◆ **Exercise brief**: Only these lines are needed: the first line of the entries below through the line with "compound units of", each returned exactly.

_____

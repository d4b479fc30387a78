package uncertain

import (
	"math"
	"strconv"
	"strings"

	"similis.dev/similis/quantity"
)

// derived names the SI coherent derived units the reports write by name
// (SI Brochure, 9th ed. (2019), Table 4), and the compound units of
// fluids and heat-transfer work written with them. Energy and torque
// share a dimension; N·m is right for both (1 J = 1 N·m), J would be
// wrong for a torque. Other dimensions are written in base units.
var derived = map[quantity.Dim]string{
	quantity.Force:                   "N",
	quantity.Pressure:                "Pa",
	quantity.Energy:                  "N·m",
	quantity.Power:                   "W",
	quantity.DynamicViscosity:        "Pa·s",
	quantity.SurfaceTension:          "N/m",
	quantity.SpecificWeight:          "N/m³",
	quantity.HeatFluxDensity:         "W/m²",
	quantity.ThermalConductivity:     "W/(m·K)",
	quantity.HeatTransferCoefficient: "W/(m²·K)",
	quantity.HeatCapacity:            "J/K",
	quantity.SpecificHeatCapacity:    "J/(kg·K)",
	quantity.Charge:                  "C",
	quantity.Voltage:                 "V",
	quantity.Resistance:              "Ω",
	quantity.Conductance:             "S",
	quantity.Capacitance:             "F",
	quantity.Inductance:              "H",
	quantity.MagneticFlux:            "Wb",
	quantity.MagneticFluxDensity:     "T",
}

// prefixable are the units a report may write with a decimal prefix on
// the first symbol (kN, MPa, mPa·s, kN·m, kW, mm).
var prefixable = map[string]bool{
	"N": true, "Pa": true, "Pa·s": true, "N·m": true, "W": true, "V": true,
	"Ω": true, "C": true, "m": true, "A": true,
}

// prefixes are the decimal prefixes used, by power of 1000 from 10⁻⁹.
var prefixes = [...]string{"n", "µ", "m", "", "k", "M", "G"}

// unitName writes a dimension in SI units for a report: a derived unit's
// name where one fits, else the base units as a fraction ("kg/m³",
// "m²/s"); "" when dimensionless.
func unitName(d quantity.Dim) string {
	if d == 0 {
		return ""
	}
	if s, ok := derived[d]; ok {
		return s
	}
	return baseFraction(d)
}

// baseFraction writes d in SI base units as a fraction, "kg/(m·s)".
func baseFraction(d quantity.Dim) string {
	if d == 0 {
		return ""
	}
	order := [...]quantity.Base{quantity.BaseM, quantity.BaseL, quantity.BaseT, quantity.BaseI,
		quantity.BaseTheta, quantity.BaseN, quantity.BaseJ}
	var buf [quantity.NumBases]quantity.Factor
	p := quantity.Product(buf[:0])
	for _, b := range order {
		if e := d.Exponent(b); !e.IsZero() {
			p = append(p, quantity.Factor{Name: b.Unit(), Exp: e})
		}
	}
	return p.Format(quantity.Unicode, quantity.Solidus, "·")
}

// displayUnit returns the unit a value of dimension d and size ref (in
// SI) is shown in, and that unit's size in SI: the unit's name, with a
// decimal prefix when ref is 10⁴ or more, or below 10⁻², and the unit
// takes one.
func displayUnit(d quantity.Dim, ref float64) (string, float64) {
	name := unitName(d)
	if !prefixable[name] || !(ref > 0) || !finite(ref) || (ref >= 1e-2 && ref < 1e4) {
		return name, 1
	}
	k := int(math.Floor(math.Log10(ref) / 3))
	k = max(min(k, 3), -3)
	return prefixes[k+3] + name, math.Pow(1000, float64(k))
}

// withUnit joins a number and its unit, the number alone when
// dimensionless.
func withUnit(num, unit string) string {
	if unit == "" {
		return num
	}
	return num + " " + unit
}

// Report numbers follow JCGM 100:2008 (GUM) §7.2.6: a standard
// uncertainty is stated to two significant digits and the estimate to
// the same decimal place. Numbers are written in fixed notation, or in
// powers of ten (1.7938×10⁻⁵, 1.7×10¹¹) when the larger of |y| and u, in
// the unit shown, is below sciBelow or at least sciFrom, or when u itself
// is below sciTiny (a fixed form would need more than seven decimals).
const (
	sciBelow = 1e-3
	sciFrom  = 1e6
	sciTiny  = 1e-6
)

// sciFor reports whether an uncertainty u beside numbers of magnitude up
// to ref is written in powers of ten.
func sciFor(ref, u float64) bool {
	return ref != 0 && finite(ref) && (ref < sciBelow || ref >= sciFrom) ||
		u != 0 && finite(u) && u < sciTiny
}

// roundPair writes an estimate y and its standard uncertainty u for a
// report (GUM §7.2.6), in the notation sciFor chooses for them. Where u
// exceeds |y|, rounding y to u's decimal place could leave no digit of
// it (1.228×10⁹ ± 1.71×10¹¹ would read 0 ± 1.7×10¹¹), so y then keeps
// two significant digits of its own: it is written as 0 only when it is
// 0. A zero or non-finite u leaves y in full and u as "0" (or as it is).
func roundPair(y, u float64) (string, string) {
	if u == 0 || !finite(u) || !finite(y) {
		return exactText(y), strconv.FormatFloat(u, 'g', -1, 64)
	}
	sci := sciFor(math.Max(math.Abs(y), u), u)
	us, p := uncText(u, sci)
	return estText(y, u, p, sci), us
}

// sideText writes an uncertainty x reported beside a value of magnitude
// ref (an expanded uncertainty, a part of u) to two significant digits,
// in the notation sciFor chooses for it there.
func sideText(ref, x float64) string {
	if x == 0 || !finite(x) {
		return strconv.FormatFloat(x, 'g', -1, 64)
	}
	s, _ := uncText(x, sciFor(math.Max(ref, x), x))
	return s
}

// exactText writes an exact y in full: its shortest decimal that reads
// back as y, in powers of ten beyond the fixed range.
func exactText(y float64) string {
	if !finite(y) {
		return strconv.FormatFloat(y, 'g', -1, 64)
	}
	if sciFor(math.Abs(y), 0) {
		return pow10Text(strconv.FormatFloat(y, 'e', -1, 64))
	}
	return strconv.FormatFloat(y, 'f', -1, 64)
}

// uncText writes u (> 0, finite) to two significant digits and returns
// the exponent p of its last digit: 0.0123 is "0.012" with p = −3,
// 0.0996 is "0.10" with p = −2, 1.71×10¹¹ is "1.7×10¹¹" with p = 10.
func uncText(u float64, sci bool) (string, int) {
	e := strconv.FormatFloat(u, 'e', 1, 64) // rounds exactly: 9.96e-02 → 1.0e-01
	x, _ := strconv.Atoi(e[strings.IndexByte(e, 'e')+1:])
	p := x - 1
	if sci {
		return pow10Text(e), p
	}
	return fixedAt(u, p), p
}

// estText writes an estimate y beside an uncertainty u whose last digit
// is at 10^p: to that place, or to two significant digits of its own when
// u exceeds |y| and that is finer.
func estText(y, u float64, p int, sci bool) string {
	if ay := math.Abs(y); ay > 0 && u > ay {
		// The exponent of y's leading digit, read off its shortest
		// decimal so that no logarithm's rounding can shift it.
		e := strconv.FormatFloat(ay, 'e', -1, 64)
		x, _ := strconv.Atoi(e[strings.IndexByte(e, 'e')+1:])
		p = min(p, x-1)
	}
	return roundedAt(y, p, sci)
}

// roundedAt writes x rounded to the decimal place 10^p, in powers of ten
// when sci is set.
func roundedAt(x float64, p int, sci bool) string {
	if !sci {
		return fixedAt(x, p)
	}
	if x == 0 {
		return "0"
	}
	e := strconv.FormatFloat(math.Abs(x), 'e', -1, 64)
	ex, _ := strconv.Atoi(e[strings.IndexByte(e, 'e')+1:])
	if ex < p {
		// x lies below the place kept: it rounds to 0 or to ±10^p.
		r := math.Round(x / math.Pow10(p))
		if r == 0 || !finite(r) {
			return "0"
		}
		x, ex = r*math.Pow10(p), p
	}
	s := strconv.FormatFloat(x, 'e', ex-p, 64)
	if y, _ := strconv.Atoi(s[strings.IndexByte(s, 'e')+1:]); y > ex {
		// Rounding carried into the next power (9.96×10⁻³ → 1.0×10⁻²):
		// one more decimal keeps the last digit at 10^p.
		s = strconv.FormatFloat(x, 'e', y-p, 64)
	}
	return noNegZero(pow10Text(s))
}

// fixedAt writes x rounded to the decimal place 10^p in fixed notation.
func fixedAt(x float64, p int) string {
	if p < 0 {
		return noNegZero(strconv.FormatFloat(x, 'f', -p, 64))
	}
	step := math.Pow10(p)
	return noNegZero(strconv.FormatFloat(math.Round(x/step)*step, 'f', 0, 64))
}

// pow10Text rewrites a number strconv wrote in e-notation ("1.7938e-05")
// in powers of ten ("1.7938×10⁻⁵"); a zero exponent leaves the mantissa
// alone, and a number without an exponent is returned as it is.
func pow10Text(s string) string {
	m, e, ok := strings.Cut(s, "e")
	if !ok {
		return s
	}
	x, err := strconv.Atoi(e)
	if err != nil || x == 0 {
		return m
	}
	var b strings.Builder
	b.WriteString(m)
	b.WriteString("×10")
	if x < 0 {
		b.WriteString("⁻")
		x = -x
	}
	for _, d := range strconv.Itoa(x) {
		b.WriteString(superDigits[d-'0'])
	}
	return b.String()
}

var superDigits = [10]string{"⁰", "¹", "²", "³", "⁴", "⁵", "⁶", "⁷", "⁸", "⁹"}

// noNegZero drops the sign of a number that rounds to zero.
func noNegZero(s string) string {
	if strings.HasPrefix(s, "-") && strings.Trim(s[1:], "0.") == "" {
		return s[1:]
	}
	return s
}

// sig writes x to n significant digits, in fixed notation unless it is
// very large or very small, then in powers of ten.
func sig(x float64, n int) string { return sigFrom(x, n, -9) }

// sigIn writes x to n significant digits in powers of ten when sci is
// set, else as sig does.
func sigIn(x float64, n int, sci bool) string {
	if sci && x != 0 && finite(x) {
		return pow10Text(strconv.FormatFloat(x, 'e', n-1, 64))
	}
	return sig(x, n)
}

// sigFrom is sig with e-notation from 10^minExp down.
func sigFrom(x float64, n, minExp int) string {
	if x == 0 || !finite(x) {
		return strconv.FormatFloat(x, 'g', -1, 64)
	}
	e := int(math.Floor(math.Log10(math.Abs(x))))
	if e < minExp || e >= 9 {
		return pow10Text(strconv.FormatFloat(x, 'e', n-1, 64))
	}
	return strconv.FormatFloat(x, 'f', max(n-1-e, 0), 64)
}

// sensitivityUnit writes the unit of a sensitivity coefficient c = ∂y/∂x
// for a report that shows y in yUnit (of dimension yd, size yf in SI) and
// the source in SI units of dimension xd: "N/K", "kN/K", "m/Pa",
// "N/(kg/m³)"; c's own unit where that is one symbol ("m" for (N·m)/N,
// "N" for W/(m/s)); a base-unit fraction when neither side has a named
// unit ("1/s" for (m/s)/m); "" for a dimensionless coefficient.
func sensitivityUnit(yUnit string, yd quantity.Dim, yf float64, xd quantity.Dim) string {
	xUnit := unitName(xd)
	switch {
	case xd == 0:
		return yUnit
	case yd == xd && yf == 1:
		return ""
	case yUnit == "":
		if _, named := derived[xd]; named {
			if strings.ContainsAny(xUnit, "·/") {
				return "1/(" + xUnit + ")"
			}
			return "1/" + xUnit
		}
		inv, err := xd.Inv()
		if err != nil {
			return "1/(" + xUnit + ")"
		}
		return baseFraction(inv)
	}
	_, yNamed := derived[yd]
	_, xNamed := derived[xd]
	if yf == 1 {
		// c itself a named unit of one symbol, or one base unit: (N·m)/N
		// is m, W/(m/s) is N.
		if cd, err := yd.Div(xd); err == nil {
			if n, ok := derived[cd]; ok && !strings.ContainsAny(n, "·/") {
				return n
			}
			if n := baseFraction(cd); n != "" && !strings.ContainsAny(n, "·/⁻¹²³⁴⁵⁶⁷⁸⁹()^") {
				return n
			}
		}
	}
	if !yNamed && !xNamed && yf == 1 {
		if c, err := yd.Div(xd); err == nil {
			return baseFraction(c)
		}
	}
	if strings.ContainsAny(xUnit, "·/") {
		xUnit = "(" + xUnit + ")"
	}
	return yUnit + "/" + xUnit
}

_____

◆ **Expected answer**:
repository d4b479fc30387a78
package uncertain

import (
	"math"
	"strconv"
	"strings"

	"similis.dev/similis/quantity"
)

// derived names the SI coherent derived units the reports write by name
// (SI Brochure, 9th ed. (2019), Table 4), and the compound units of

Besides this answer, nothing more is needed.